◆ Exercise instructions ◆
Lines from the top of the entries through the line that has "Values To Prepared" must be duplicated exactly, and no others.

*** Block opens ***

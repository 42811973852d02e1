// Round trips of every record kind through a project file, injection strings
// stored literally, the audit trail, soft delete / restore and undo.
//
// Outside sources named beside the checks:
//  - SQLite documentation, "Binding Values To Prepared Statements": bound
//    parameters are data, never SQL, so injection strings must come back as typed;
//  - the right-hand rule and quadrant notation as defined in structural geology
//    textbooks (e.g. Ragan, "Structural Geology: An Introduction to Geometrical
//    Techniques"): "N30E 40SE" is strike 030 / dip 40 by the right-hand rule;
//  - declination as NOAA defines it: east positive, true bearing = magnetic bearing + declination;
//  - RFC 4122 for the UUID layout.
#include <gtest/gtest.h>

#include <cmath>

#include "formats/ids.h"
#include "storage/project.h"
#include "storage/each.h"
#include "storage/repository.h"
#include "storage_test_util.h"

using namespace cairn::store;
using namespace cairn::formats;
using cairn::store::testing::TempDir;

namespace {

OpenOptions quiet() {
  OpenOptions o = cairn::store::testing::quiet();
  o.device_id = "0b7c1a52-3f7e-4c55-9d6e-8f1a2b3c4d5e";
  o.device_name = "tablet one";
  return o;
}

struct Fixture {
  TempDir dir;
  std::string path = dir.file("ridge.cairn");
  Project p = Project::create(path, NewProject{"Ridge traverse", "33N", North::True, 10.0}, quiet());
  std::string unit_a, unit_b, contact, station;

  Fixture() {
    Unit a;
    a.code = "Pgs";
    a.name = "grey schist";
    a.age_rank = 1;
    unit_a = add(p, a);
    Unit b;
    b.code = "Qm";
    b.name = "pale marble";
    b.age_rank = 2;
    b.colour = "#56B4E9";
    unit_b = add(p, b);
    Contact c;
    c.name = "schist-marble";
    c.lower_unit = unit_a;
    c.upper_unit = unit_b;
    c.type = ContactType::Depositional;
    contact = add(p, c);
    Station s;
    s.code = "S1";
    s.lat = 46.5;
    s.lon = 14.25;
    s.elevation = 1210.5;
    s.h_accuracy = 3.5;
    s.v_accuracy = 6;
    s.unit = unit_a;
    s.time = "2025-06-14T09:30:00Z";
    s.notes = "knob above the stream";
    station = add(p, s);
  }
};

}  // namespace

TEST(Records, UuidsAreVersion4) {
  // RFC 4122 4.4: version nibble 4, variant bits 10.
  for (int i = 0; i < 50; ++i) {
    const std::string u = new_uuid();
    ASSERT_TRUE(is_uuid(u)) << u;
    EXPECT_EQ(u[14], '4');
    EXPECT_TRUE(u[19] == '8' || u[19] == '9' || u[19] == 'a' || u[19] == 'b') << u;
  }
  EXPECT_NE(new_uuid(), new_uuid());
}

TEST(Records, RoundTripOfEveryKind) {
  Fixture f;
  Person who;
  who.name = "Ada Example";
  who.initials = "AE";
  const std::string person = add(f.p, who);

  PlanarReading pl;
  pl.station = f.station;
  pl.kind = PlaneKind::Bedding;
  pl.typed = "N30E 40SE";  // quadrant notation: strike 030 RHR, dip 40 (textbook definition)
  pl.notation = PlaneNotation::Text;
  pl.quality = 4;
  pl.facing = Facing::Upright;
  pl.contact = f.contact;
  pl.ref = "p17";
  pl.time = "2025-06-14T09:41:00+02:00";
  pl.observer = person;
  pl.notes = "top surface";
  const std::string plane = add(f.p, pl);

  LinearReading ln;
  ln.station = f.station;
  ln.kind = LineKind::Lineation;
  ln.typed = "120/35";
  ln.ref = "l3";
  const std::string line = add(f.p, ln);

  // A rake of 90 on a plane lies down its dip: trend = dip direction, plunge = dip
  // (definition of rake, measured in the plane from the strike direction).
  PlanarReading host;
  host.station = f.station;
  host.kind = PlaneKind::Fault;
  host.measured_strike = 90;
  host.measured_dip = 30;
  host.ref = "f1";
  const std::string fault = add(f.p, host);
  LinearReading slick;
  slick.station = f.station;
  slick.kind = LineKind::Slickenline;
  slick.host_plane = fault;
  slick.rake = 90;
  add(f.p, slick);

  ContactPoint pt;
  pt.contact = f.contact;
  pt.lat = 46.501;
  pt.lon = 14.2501;
  pt.elevation = 1190;
  pt.h_accuracy = 4;
  pt.source = PointSource::Map;
  pt.time = "2025-06-14";
  add(f.p, pt);

  Photo ph;
  ph.station = f.station;
  ph.path = "photos/IMG_0001.jpg";
  ph.sha256 = "ba7816bf8f01cfea414140de5dae2223b00361a396177a9cb410ff61f20015ad";
  ph.caption = "looking north";
  add(f.p, ph);

  // Reopen the file: everything must come back as written.
  const std::string path = f.path;
  f.p = Project::open(path, quiet());
  Project& p = f.p;
  EXPECT_EQ(p.info().name, "Ridge traverse");
  EXPECT_EQ(p.info().utm_zone, "33N");
  EXPECT_DOUBLE_EQ(p.info().declination, 10.0);

  auto units = list_units(p);
  ASSERT_EQ(units.size(), 2u);
  EXPECT_EQ(units[0].code, "Pgs");
  EXPECT_EQ(units[0].colour, "#E69F00");  // Okabe & Ito (2008): first colour after black
  EXPECT_EQ(units[1].colour, "#56B4E9");
  auto contacts = list_contacts(p);
  ASSERT_EQ(contacts.size(), 1u);
  EXPECT_EQ(contacts[0].lower_unit, f.unit_a);
  EXPECT_EQ(contacts[0].upper_unit, f.unit_b);

  auto stations = list_stations(p);
  ASSERT_EQ(stations.size(), 1u);
  const Station& s = stations[0];
  EXPECT_EQ(s.code, "S1");
  EXPECT_DOUBLE_EQ(s.lat, 46.5);
  EXPECT_DOUBLE_EQ(s.lon, 14.25);
  EXPECT_DOUBLE_EQ(*s.elevation, 1210.5);
  EXPECT_DOUBLE_EQ(*s.h_accuracy, 3.5);
  EXPECT_DOUBLE_EQ(*s.v_accuracy, 6);
  EXPECT_EQ(s.unit, f.unit_a);
  EXPECT_EQ(s.time, "2025-06-14T09:30:00Z");
  EXPECT_EQ(s.notes, "knob above the stream");
  EXPECT_EQ(s.meta.device, "0b7c1a52-3f7e-4c55-9d6e-8f1a2b3c4d5e");
  EXPECT_EQ(s.meta.created, s.meta.updated);
  EXPECT_FALSE(s.meta.deleted);

  auto planes = list_planes(p);
  ASSERT_EQ(planes.size(), 2u);
  const PlanarReading& a = planes[0];
  EXPECT_EQ(a.meta.uuid, plane);
  EXPECT_EQ(a.typed, "N30E 40SE");
  EXPECT_NEAR(a.strike, 30, 1e-9);  // right-hand rule: dips SE, to the right of 030
  EXPECT_NEAR(a.dip, 40, 1e-9);
  EXPECT_EQ(a.north, North::True);
  EXPECT_EQ(a.declination, 0);
  EXPECT_EQ(*a.quality, 4);
  EXPECT_EQ(a.facing, Facing::Upright);
  EXPECT_EQ(a.contact, f.contact);
  EXPECT_EQ(a.ref, "p17");
  EXPECT_EQ(a.time, "2025-06-14T09:41:00+02:00");
  EXPECT_EQ(a.observer, person);
  EXPECT_EQ(planes[1].typed, "090/30");

  auto lines = list_lines(p);
  ASSERT_EQ(lines.size(), 2u);
  EXPECT_NEAR(lines[0].trend, 120, 1e-9);
  EXPECT_NEAR(lines[0].plunge, 35, 1e-9);
  EXPECT_EQ(lines[0].ref, "l3");
  EXPECT_EQ(lines[1].host_plane, fault);
  EXPECT_NEAR(lines[1].trend, 180, 1e-9);  // strike 090 RHR dips south
  EXPECT_NEAR(lines[1].plunge, 30, 1e-9);
  EXPECT_NEAR(*lines[1].rake, 90, 1e-9);

  auto points = list_points(p);
  ASSERT_EQ(points.size(), 1u);
  EXPECT_DOUBLE_EQ(points[0].lat, 46.501);
  EXPECT_EQ(points[0].source, PointSource::Map);
  EXPECT_EQ(points[0].time, "2025-06-14");
  EXPECT_FALSE(points[0].v_accuracy);

  auto photos = list_photos(p);
  ASSERT_EQ(photos.size(), 1u);
  EXPECT_EQ(photos[0].sha256, "ba7816bf8f01cfea414140de5dae2223b00361a396177a9cb410ff61f20015ad");
  EXPECT_EQ(photos[0].caption, "looking north");

  auto people = list_people(p);
  ASSERT_EQ(people.size(), 1u);
  EXPECT_EQ(people[0].initials, "AE");
  auto devices = list_devices(p);
  ASSERT_EQ(devices.size(), 1u);
  EXPECT_EQ(devices[0].name, "tablet one");
}

TEST(Records, MagneticReadingKeepsRawAndDeclination) {
  Fixture f;  // project declination setting: 10 degrees east
  PlanarReading r;
  r.station = f.station;
  r.typed = "030/40";
  r.notation = PlaneNotation::StrikeDip;
  r.north = North::Magnetic;
  add(f.p, r);
  // NOAA's definition: true bearing = magnetic bearing + east declination.
  EXPECT_NEAR(r.strike, 40, 1e-9);
  EXPECT_NEAR(r.measured_strike, 30, 1e-9);
  EXPECT_EQ(r.declination_source, "project setting");
  auto back = get_plane(f.p, r.meta.uuid);
  EXPECT_NEAR(back->strike, 40, 1e-9);
  EXPECT_EQ(back->typed, "030/40");
  EXPECT_EQ(back->north, North::Magnetic);
  EXPECT_DOUBLE_EQ(back->declination, 10);

  // A provider (the app's magnetic model) wins over the setting; it is asked
  // with the station's place and the reading's date as a decimal year.
  const std::string path = f.path;
  OpenOptions o = quiet();
  double seen_lat = 0, seen_year = 0;
  o.declination = [&](double lat, double, double year) {
    seen_lat = lat;
    seen_year = year;
    return Declination{-7.5, "test model"};
  };
  f.p = Project::open(path, o);
  LinearReading l;
  l.station = f.station;
  l.typed = "005/20";
  l.north = North::Magnetic;
  l.time = "2025-07-02T10:00:00Z";
  add(f.p, l);
  EXPECT_NEAR(l.trend, 357.5, 1e-9);  // 5 + (-7.5), wrapped into [0, 360)
  EXPECT_EQ(l.declination_source, "test model");
  EXPECT_DOUBLE_EQ(seen_lat, 46.5);
  EXPECT_NEAR(seen_year, 2025.0 + 182.0 / 365.0, 1e-9);  // 2 July = day 183 of 365
}

TEST(Records, InjectionStringsAreStoredLiterally) {
  // SQLite documentation: bound parameters are never parsed as SQL.
  Fixture f;
  const std::vector<std::string> nasty = {"'); DROP TABLE stations;--", "\"; DELETE FROM planes; --", "S2' OR '1'='1",
                                          "Robert'); DROP TABLE units;--", "x\"); PRAGMA writable_schema=1;--"};
  for (size_t i = 0; i < nasty.size(); ++i) {
    Station s;
    s.code = nasty[i];
    s.lat = 46.6;
    s.lon = 14.3;
    s.notes = nasty[(i + 1) % nasty.size()];
    add(f.p, s);
    Unit u;
    u.code = nasty[i];
    u.name = nasty[i];
    u.age_rank = static_cast<int>(i) + 3;
    add(f.p, u);
  }
  const std::string path = f.path;
  f.p = Project::open(path, quiet());
  auto stations = list_stations(f.p);
  ASSERT_EQ(stations.size(), nasty.size() + 1);
  for (size_t i = 0; i < nasty.size(); ++i) {
    EXPECT_EQ(stations[i + 1].code, nasty[i]);
    EXPECT_EQ(stations[i + 1].notes, nasty[(i + 1) % nasty.size()]);
    ASSERT_TRUE(find_station(f.p, nasty[i]));
    ASSERT_TRUE(find_unit(f.p, nasty[i]));
  }
  EXPECT_EQ(list_units(f.p).size(), nasty.size() + 2);
  EXPECT_TRUE(f.p.integrity_check().empty());
}

TEST(Records, AuditTrailSoftDeleteRestoreAndUndo) {
  Fixture f;
  Person who;
  who.name = "Bea Example";
  who.initials = "BE";
  f.p.set_person(add(f.p, who));

  Station s = *find_station(f.p, "S1");
  const std::string before_updated = s.meta.updated;
  EXPECT_FALSE(update(f.p, s)) << "an update that changes nothing writes nothing";
  s.elevation = 1215;
  s.notes = "re-measured";
  ASSERT_TRUE(update(f.p, s));
  EXPECT_GE(s.meta.updated, before_updated);

  PlanarReading r;
  r.station = s.meta.uuid;
  r.typed = "200/15";
  r.notation = PlaneNotation::DipDirectionDip;
  const std::string plane = add(f.p, r);
  EXPECT_NEAR(r.strike, 110, 1e-9);  // dip direction 200 -> RHR strike 110 (strike = dip direction - 90)

  // A station with live readings cannot be deleted.
  try {
    soft_delete(f.p, Kind::Station, s.meta.uuid);
    FAIL() << "expected a refusal";
  } catch (const ValidationError& e) {
    EXPECT_EQ(e.rule(), "in-use");
  }
  soft_delete(f.p, Kind::Plane, plane);
  EXPECT_TRUE(list_planes(f.p).empty());
  ListOptions all;
  all.include_deleted = true;
  ASSERT_EQ(list_planes(f.p, all).size(), 1u);
  EXPECT_TRUE(list_planes(f.p, all)[0].meta.deleted);
  restore(f.p, Kind::Plane, plane);
  ASSERT_EQ(list_planes(f.p).size(), 1u);

  auto trail = audit_trail(f.p, s.meta.uuid);
  ASSERT_EQ(trail.size(), 2u);
  EXPECT_EQ(trail[0].action, "insert");
  EXPECT_EQ(trail[1].action, "update");
  EXPECT_EQ(trail[1].device, f.p.device());
  EXPECT_EQ(trail[1].person, f.p.person());
  EXPECT_NE(trail[1].old_values.find("\"elevation\":1210.5"), std::string::npos) << trail[1].old_values;
  EXPECT_NE(trail[1].new_values.find("\"elevation\":1215"), std::string::npos) << trail[1].new_values;
  EXPECT_NE(trail[1].new_values.find("\"notes\":\"re-measured\""), std::string::npos);

  auto ptrail = audit_trail(f.p, plane);
  ASSERT_EQ(ptrail.size(), 3u);
  EXPECT_EQ(ptrail[1].action, "delete");
  EXPECT_EQ(ptrail[2].action, "restore");

  // Undo the restore (-> deleted again), then undo the station update.
  auto undone = undo_last(f.p);
  ASSERT_TRUE(undone);
  EXPECT_EQ(undone->action, "restore");
  EXPECT_TRUE(list_planes(f.p).empty());
  undo(f.p, trail[1]);
  Station back = *find_station(f.p, "S1");
  EXPECT_DOUBLE_EQ(*back.elevation, 1210.5);
  EXPECT_EQ(back.notes, "knob above the stream");

  // A soft-deleted code can be reused; restoring the old one then collides.
  Unit u;
  u.code = "Tx";
  u.name = "dyke";
  u.age_rank = 3;
  const std::string old_unit = add(f.p, u);
  soft_delete(f.p, Kind::Unit, old_unit);
  Unit u2 = u;
  u2.meta = RecordMeta{};
  add(f.p, u2);
  try {
    restore(f.p, Kind::Unit, old_unit);
    FAIL() << "expected a duplicate refusal";
  } catch (const ValidationError& e) {
    EXPECT_EQ(e.rule(), "duplicate");
  }
}

TEST(Records, ApiRejectsBadValuesAndWritesNothing) {
  Fixture f;
  auto count = [&] { return f.p.db().query_int("SELECT count(*) FROM stations"); };
  const auto before = count();
  auto rule_of = [&](Station s) -> std::string {
    try {
      add(f.p, s);
    } catch (const ValidationError& e) {
      return e.rule();
    }
    return "accepted";
  };
  Station good;
  good.code = "S9";
  good.lat = 10;
  good.lon = 10;
  Station s = good;
  s.lat = 90.5;  // WGS84 latitude is within -90..90
  EXPECT_EQ(rule_of(s), "lat-range");
  s = good;
  s.lon = -180.01;
  EXPECT_EQ(rule_of(s), "lon-range");
  s = good;
  s.elevation = 9000.5;  // issue's bound: -500..9000 m
  EXPECT_EQ(rule_of(s), "elevation-range");
  s = good;
  s.h_accuracy = -1;
  EXPECT_EQ(rule_of(s), "accuracy-range");
  s = good;
  s.time = "2025-02-30";  // ISO 8601 calendar: no 30 February
  EXPECT_EQ(rule_of(s), "time");
  s = good;
  s.code = "S1";
  EXPECT_EQ(rule_of(s), "duplicate");
  s = good;
  s.unit = "00000000-0000-4000-8000-000000000000";
  EXPECT_EQ(rule_of(s), "unknown-unit");
  EXPECT_EQ(count(), before);

  PlanarReading r;
  r.station = "00000000-0000-4000-8000-000000000000";
  r.typed = "030/40";
  EXPECT_THROW(add(f.p, r), ValidationError);
  EXPECT_EQ(f.p.db().query_int("SELECT count(*) FROM planes"), 0);
  EXPECT_EQ(f.p.db().query_int("SELECT count(*) FROM audit WHERE tbl = 'planes'"), 0);
}

// for_each_station/plane/point visit the live records one at a time, in the
// order the lists give, and count_* counts them. Checked against SQLite's
// own count(*) and soft-delete column read directly (SQLite documentation,
// "Aggregate Functions"), and against the lists.
TEST(Records, ForEachVisitsTheLiveRecordsInListOrder) {
  Fixture f;
  std::vector<std::string> planes;
  for (int i = 0; i < 4; ++i) {
    PlanarReading r;
    r.station = f.station;
    r.ref = "R" + std::to_string(i);
    r.typed = std::to_string(100 + 10 * i) + "/" + std::to_string(20 + i);
    r.notation = PlaneNotation::DipDirectionDip;
    planes.push_back(add(f.p, r));
  }
  for (int i = 0; i < 3; ++i) {
    ContactPoint q;
    q.contact = f.contact;
    q.lat = 46.5 + 0.001 * i;
    q.lon = 14.25;
    q.elevation = 1200 + i;
    add(f.p, q);
  }
  soft_delete(f.p, Kind::Plane, planes[1]);
  EXPECT_EQ(f.p.db().query_int("SELECT count(*) FROM planes WHERE deleted IS NULL"), 3);
  EXPECT_EQ(count_planes(f.p), 3u);
  EXPECT_EQ(count_points(f.p), 3u);
  EXPECT_EQ(count_stations(f.p), 1u);
  std::vector<std::string> seen;
  for_each_plane(f.p, {}, [&](const PlanarReading& r) { seen.push_back(r.meta.uuid + " " + r.ref); });
  std::vector<std::string> listed;
  for (const auto& r : list_planes(f.p)) listed.push_back(r.meta.uuid + " " + r.ref);
  EXPECT_EQ(seen, listed);
  EXPECT_EQ(seen, (std::vector<std::string>{planes[0] + " R0", planes[2] + " R2", planes[3] + " R3"}));
  std::vector<double> elevations;
  for_each_point(f.p, {}, [&](const ContactPoint& q) { elevations.push_back(*q.elevation); });
  EXPECT_EQ(elevations, (std::vector<double>{1200, 1201, 1202}));
  std::vector<std::string> codes;
  for_each_station(f.p, {}, [&](const Station& s) { codes.push_back(s.code + " " + s.notes); });
  EXPECT_EQ(codes, (std::vector<std::string>{"S1 knob above the stream"}));
}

*** Block closes ***

◆ Answer to this problem ◆
repository 42811973852d02e1
// Round trips of every record kind through a project file, injection strings
// stored literally, the audit trail, soft delete / restore and undo.
//
// Outside sources named beside the checks:
//  - SQLite documentation, "Binding Values To Prepared Statements": bound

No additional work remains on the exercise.